著者は、消費者たちが自分の財布を使うアクティビズムを「消費アクティビズム」と呼ぶ。そのアクティビズムの中心にいるのは、ミレニアル世代・Z世代であり、いまや彼らが消費の主流となっている。

SDGsに取り組まない企業から積極的にものを購買しないという話はしばしば聞く。この本では、彼らの属性や嗜好、その背景となるアメリカの「今」が緻密に分析されている。

プラットフォーム・コーポラティズム

GAFAをはじめとするプラットフォーム経済の台頭によって、Uberドライバーのように、ギグワーカーと呼ばれるフリーランス就労人口が急増している。組織に属さず、時間や場所に囚われず、自由に働くことができる一方で、従業員ではなく個人事業主であるために、最低賃金の保障はなく、社会保険や福利厚生も適用されない。

「自由な働き方」を夢見たワーカーたちがGAFAに代表される大企業に搾取されているのではないか? そんなプラットフォーム経済に対する労働者側からのカウンターとして登場したのが「プラットフォーム・コーポラティビズム」だという。

コーポラティズム、つまりギグワーカーたち自身がオンライン上にプラットフォームを構築し、顧客から仕事を請負い、仕事や収益を分配する協同組合(コープ)。誰かが熱を出せば、代わりの組合員が仕事に行く。
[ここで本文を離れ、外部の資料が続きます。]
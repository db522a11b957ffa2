import type { NecessaryCondition } from '../condition';
import { holds } from '../../model';
import type { EventFacts, Statement } from '../statement';
import { eventsThatHold, ruleOf, type View } from '../view';
import { eventWords, personWords, roomWords } from '../words';

const overlap = (one: EventFacts, other: EventFacts) => one.from < other.to && other.from < one.to;

/** Two events never share a room or a person at one time. */
export const eventsApart: NecessaryCondition = {
  name: 'events apart',
  subjects({ statement }) {
    const events = [...statement.events.values()];
    return events.flatMap((one, i) =>
      events.slice(i + 1).flatMap((other) => (shared(statement, one, other) ? [`${one.event.id} ${other.event.id}`] : [])),
    );
  },
  fails(view, subject) {
    const [one, other] = eventsThatHold(
      view,
      subject.split(' ').map((id) => view.statement.events.get(id)!),
    );
    const what = one && other ? shared(view.statement, one, other) : null;
    return what && `${eventWords(view.statement, one!.event.id)} and ${eventWords(view.statement, other!.event.id)} both take ${what}`;
  },
};

function shared(statement: Statement, one: EventFacts, other: EventFacts): string | null {
  if (!overlap(one, other)) return null;
  if (one.event.room !== undefined && one.event.room === other.event.room) return roomWords(statement, one.event.room);
  const person = (one.event.people ?? []).find((id) => other.event.people?.includes(id) === true);
  return person === undefined ? null : personWords(statement, person);
}

/**
 * The events that name a person leave them, with nothing else to do, inside their windows and limits, fed and rested. More work only makes
 * days longer, so it mends none of that.
 */
export const eventsOfAPerson: NecessaryCondition = {
  name: 'events of a person',
  subjects: ({ statement }) => [...statement.people.values()].filter(({ events }) => events.length > 0).map(({ person }) => person.id),
  fails(view, subject) {
    const { person, events } = view.statement.people.get(subject)!;
    const name = personWords(view.statement, subject);
    const days = new Map<string, EventFacts[]>();
    for (const event of eventsThatHold(view, events).sort((one, other) => one.from - other.from))
      days.set(event.date, [...(days.get(event.date) ?? []), event]);
    let release = -Infinity;
    for (const [, list] of [...days].sort(([one], [other]) => (one < other ? -1 : 1))) {
      const arrive = list[0]!.from;
      if (release > -Infinity && arrive - release < ruleOf(view, 'turnaround')) return `${name} has too short a night between two events`;
      release = list.reduce((latest, event) => Math.max(latest, event.to), arrive);
      const problem = strain(view, person.id, list, release - arrive);
      if (problem !== null) return `${name} ${problem}`;
    }
    return null;
  },
};

function strain(view: View, id: string, list: readonly EventFacts[], length: number): string | null {
  const { person, windows } = view.statement.people.get(id)!;
  const limit = person.limits?.day;
  if (limit !== undefined && length > limit && view.has(`people.${id}.limits`)) return 'is held by events for longer than a day may be';
  const { meal, mealAfter } = { meal: ruleOf(view, 'meal'), mealAfter: ruleOf(view, 'mealAfter') };
  const stays: { from: number; to: number }[] = [];
  let run = { from: list[0]!.from, to: list[0]!.from };
  for (const { from, to } of list) {
    const stay = stays.at(-1);
    if (!stay || (person.away !== undefined && from - stay.to >= person.away)) stays.push({ from, to });
    else stay.to = Math.max(stay.to, to);
    run = from - run.to >= meal && from > run.to ? { from, to } : { from: run.from, to: Math.max(run.to, to) };
    if (meal > 0 && run.to - run.from > mealAfter) return 'has events without time for a meal';
  }
  const outside = windows !== null && stays.some((stay) => !holds(windows, stay.from, stay.to));
  return outside && view.has(`people.${id}.windows`) ? 'is wanted by an event when they are not free' : null;
}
ちなみに『ネクスト・シェア』という本によれば、2016年の米国大統領選予備選でヒラリー・クリントンに敗れたバーニー・サンダースも、政策に協同組合を掲げ、イギリス労働党の党首ジェレミー・コービンは、8項目の綱領の中に「プラットフォーム・コーポラティビズム」を含む「デジタル民主主義マニフェスト」を発表したという。
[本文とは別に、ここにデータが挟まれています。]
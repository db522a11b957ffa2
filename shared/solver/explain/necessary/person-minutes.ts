import type { Pass } from '../../../contracts/resources';
import type { Minutes, PersonId, WallDate } from '../../../domain/flavours';
import { merged, type Span } from '../../model';
import type { NecessaryCondition } from '../condition';
import { leastEntry, pauseRules } from '../days';
import { leastBins } from '../../packing';
import { mostOfDay } from '../../pauses';
import { placesOf, type Place } from '../places';
import { common, total, without } from '../../spans';
import { castOf, eventsThatHold, fieldOf, minutesOf, neededPasses, roomIdOf, type View } from '../view';
import { personWords } from '../words';
import { dayWords, length } from '../../../time/words';

/**
 * What a person must do on some dates fits into their windows, their longest day with its meals, and their voice. Asked of every run of
 * dates that begins with the first date of some pass and ends with the last of one, short runs first.
 */
export const personMinutes: NecessaryCondition = {
  name: 'person minutes',
  subjects(view) {
    const stretches = [...view.statement.people.keys()].map((person) => {
      const passes = neededPasses(view).filter((pass) => castOf(view.statement, pass).has(person));
      const dates = passes.map((pass) =>
        placesOf(view, pass)
          .map(({ date }) => date ?? '')
          .sort(),
      );
      const firsts = [...new Set(dates.flatMap((list) => list.slice(0, 1)))];
      const lasts = [...new Set(dates.flatMap((list) => list.slice(-1)))];
      return firsts.flatMap((first) => lasts.filter((last) => first <= last).map((last) => ({ person, first, last })));
    });
    const days = ({ first, last }: { first: string; last: string }) => Date.parse(last) - Date.parse(first);
    return stretches
      .flat()
      .sort((one, other) => days(one) - days(other))
      .map(({ person, first, last }) => `${person} ${first} ${last}`);
  },
  fails(view, subject) {
    const [person = '', first = '', last = ''] = subject.split(' ');
    const within = ({ date }: Place) => date !== null && first <= date && date <= last;
    const passes = neededPasses(view).filter((pass) => {
      if (!castOf(view.statement, pass).has(person)) return false;
      const places = placesOf(view, pass);
      return places.length > 0 && places.every(within);
    });
    if (passes.length < 2) return null;
    const dates = new Set(passes.flatMap((pass) => placesOf(view, pass).map(({ date }) => date!)));
    const when = first === last ? `on ${dayWords(first)}` : `from ${dayWords(first)} to ${dayWords(last)}`;
    const sizes = passes.map((pass) => minutesOf(view, pass));
    const wanted = sizes.reduce((sum, size) => sum + size, 0);
    const capacities = [...dates].map((date) => mostOnDate(view, person, passes, date));
    const most = capacities.reduce((sum, capacity) => sum + capacity, 0);
    const name = personWords(view.statement, person);
    if (wanted > most) return `${name} would have ${length(wanted)} of passes ${when} and time for ${length(most)} at most`;
    if (leastBins(sizes, capacities) === Infinity) return `The passes of ${name} are too long to be shared out ${when}`;
    if (changesFail(view, person, passes, dates)) return `${name} has too little time ${when} for the changeovers between their passes`;
    return voiceFails(view, person, passes, dates.size) ? `${name} would sing more ${when} than they may` : null;
  },
};

/** The most minutes of these passes that a person can have on one date. */
function mostOnDate(view: View, person: PersonId, passes: readonly Pass[], date: WallDate): Minutes {
  const { statement } = view;
  const facts = statement.people.get(person)!;
  const rooms = new Set(passes.map((pass) => roomIdOf(statement, pass)!));
  const longest = Math.max(...passes.map((pass) => minutesOf(view, pass)));
  const open = merged(
    [...rooms].flatMap((room): Span[] => {
      if (view.has(`rooms.${room}.open`)) return statement.rooms.get(room)!.windows.filter((window) => window.date === date);
      // What starts late on a day of a room without hours may go on into the next one.
      return statement.calendar.filter((day) => day.date === date).map(({ from, to }) => ({ from, to: to + longest }));
    }),
  );
  const free = without(open, merged(eventsThatHold(view, facts.events)));
  const limit = facts.person.limits?.day;
  const day = limit !== undefined && view.has(`people.${person}.limits`) ? limit : Infinity;
  const windows = facts.windows && view.has(`people.${person}.windows`) ? facts.windows : null;
  const most = (spans: readonly Span[]) => {
    if (spans.length === 0) return 0;
    return Math.min(total(spans), mostOfDay(pauseRules(view), Math.min(day, spans.at(-1)!.to - spans[0]!.from)));
  };
  if (!windows) return most(free);
  // Without time off between, a day is one stay, and a stay lies in one window.
  if (facts.person.away === undefined) return Math.max(0, ...windows.map((window) => most(common(free, [window]))));
  return most(common(free, windows));
}

/**
 * Whether passes in one room and the changeovers between them are more than a person's windows hold. On each date one set-up may stand
 * already; without time off between, the changeovers to the others lie in the person's stay.
 */
function changesFail(view: View, person: PersonId, passes: readonly Pass[], dates: ReadonlySet<WallDate>): boolean {
  const { statement } = view;
  const { person: model, windows } = statement.people.get(person)!;
  const room = roomIdOf(statement, passes[0]!)!;
  if (!windows || model.away !== undefined || passes.some((pass) => roomIdOf(statement, pass) !== room)) return false;
  if (new Set(passes.map(({ setup }) => setup)).size <= dates.size || !view.has(`people.${person}.windows`)) return false;
  const setups = new Set(passes.flatMap((pass) => fieldOf(view, pass, 'setup') ?? []));
  const entries = [...setups].map((setup) => leastEntry(view, setup)).sort((one, other) => one - other);
  const changes = entries.slice(0, Math.max(0, entries.length - dates.size)).reduce((sum, entry) => sum + entry, 0);
  const open = statement.rooms.get(room)!.windows;
  const free = [...dates].map((date) => {
    const hours = view.has(`rooms.${room}.open`) ? open.filter((window) => window.date === date) : null;
    return Math.max(0, ...windows.map((window) => total(hours ? common(merged(hours), [window]) : [window])));
  });
  return passes.reduce((sum, pass) => sum + minutesOf(view, pass), changes) > free.reduce((sum, minutes) => sum + minutes, 0);
}

/** Whether the voice minutes, none of a pass split, are more than all dates allow together. */
function voiceFails(view: View, person: PersonId, passes: readonly Pass[], dates: number): boolean {
  const limit = view.statement.people.get(person)!.person.limits?.voice;
  if (limit === undefined || !view.has(`people.${person}.limits`)) return false;
  const voices = passes.map((pass) => (pass.voice?.[person] ? (fieldOf(view, pass, 'voice')?.[person] ?? 0) : 0));
  return leastBins(voices, new Array<number>(dates).fill(limit)) === Infinity;
}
上記3つのキーワードは、これからの市場において、企業がどのようなメッセージを発信していくべきかというヒントを示唆しているように思う。

アメリカの企業文化のメインストリームは、1970年代にシカゴ大学のエコノミスト、ミルトン・フリードマンが説いた「企業の社会的責任は利益を最大化することである」という考えに基づいておおむね運営されてきた。

しかし、時代とともに、企業の「社会的責任」の意味が変容してきたのだと著者は指摘する。その変容がたどり着いた先が、上記にある「コーズ(大義)」ではないかと。

かつて企業は利益を最大化さえしていれば、再配分を通じて、弱者を救ったり、技術革新に貢献できていたかもしれない。それが立ち行かなくなってしまったのは、環境や格差問題があまりにも巨大だからだろうか。企業は利益を最大化するばかりではなく、事業を通じて、目の前にある社会的責任に取り組む必要がある。そんなふうに競争のルールが変わりつつある。

新たな競争ルールの中で、株式会社という形態が最適なのか、あるいは協同組合のように、かつて注目された形態が再び注目を集めるのか。所有や統治という普遍的なテーマについても、多くの示唆に富んでいる。